Chłopak zaśmiał się na głos odchylając głowę do tyłu. Alex pacnęła go w kolano, ale też się zaśmiała. Potem zaczęli jeść. Wygłupiali się zajadając wszystkie smakołyki ze smakiem. Potem grali w oczywistą grę rzucania sobie jedzenia — w typ przypadku winogron i truskawek — do buzi. Tae był w tym mistrzem, Alex dorównywała mu zręcznością, ale ślad po czekoladzie na policzku został, gdy jedna uparta truskawka nie trafiła w cel. Chłopak nachylił się i całusem zlizał czekoladę z policzka dziewczyny. Oblizał się mruknął coś z rozkoszy i skradł dziewczynie jeszcze soczystego buziaka.

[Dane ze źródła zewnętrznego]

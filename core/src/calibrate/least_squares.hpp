#pragma once
// Internal: the local stage as a bounded nonlinear least-squares solve (Ceres Solver,
// Levenberg-Marquardt trust region) in the unit box of the free parameters.

#include <Eigen/Core>

#include <functional>
#include <string>
#include <vector>

#include "engine.hpp"

namespace triaxcal::detail {

/// What the solve asks of the calibration run.
struct LeastSquaresCalls {
  /// Residuals d = y_sim - y_meas of every compared point at unit coordinates u (one objective
  /// evaluation); false when the point fails (a test not simulated, the model or a constraint
  /// rejects it): Ceres then takes the step as unsuccessful and shrinks its trust region.
  std::function<bool(const std::vector<double>& u, Eigen::VectorXd& d)> values;
  /// J = d d / d u at the u of the last successful values() call, whose residuals are d.
  std::function<void(const std::vector<double>& u, const Eigen::VectorXd& d, Eigen::MatrixXd& J)> jacobian;
  /// true: end the solve now (stop request, time limit, budget).
  std::function<bool()> stop;
};

enum class LocalEnd { converged, stopped, failed };

struct LocalResult {
  LocalEnd end = LocalEnd::failed;
  std::string message;  ///< Ceres's reason
  int iterations = 0;
};

/// Minimises 1/2 sum_points w rho(e^2), e = d / range (the objective of calibrate.hpp, halved)
/// from u (updated to the solution) within [0, 1]^n. Each point is a residual block of its own, so
/// that the robust loss applies per point: linear -> no loss, soft_l1 -> ceres::SoftLOneLoss,
/// huber -> ceres::HuberLoss, each at options.loss_scale and scaled by the point's weight
/// (ceres::ScaledLoss). The blocks share one simulation per parameter vector.
LocalResult least_squares(const Prepared& p, const CalibrationOptions& options, std::vector<double>& u,
                          const LeastSquaresCalls& calls);

}  // namespace triaxcal::detail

Speszyła się po tym przedstawieniu co innego miała zrobić. Parsknęła nerwowym śmiechem i spuściła wzrok.

- Podoba mi się jak się zawstydzasz. Wcześniej to tylko ja robiłem.

- Nic na to nie poradzę, to silniejsze ode mnie.

- To bardzo dobrze. Lubie te twoje różowe poliki. - Mrugnął do niej, a ona ponownie musiała odwrócić wzrok czując to mrugnięcie jak ściska ją w żołądku. Motyle przystąpiły do ataku.
Zaległa cisza, w której zapatrzyli się na siebie w końcu V zadał pytanie, Alex wydawało się trochę dziwne, ale szybko o tym zapomniała.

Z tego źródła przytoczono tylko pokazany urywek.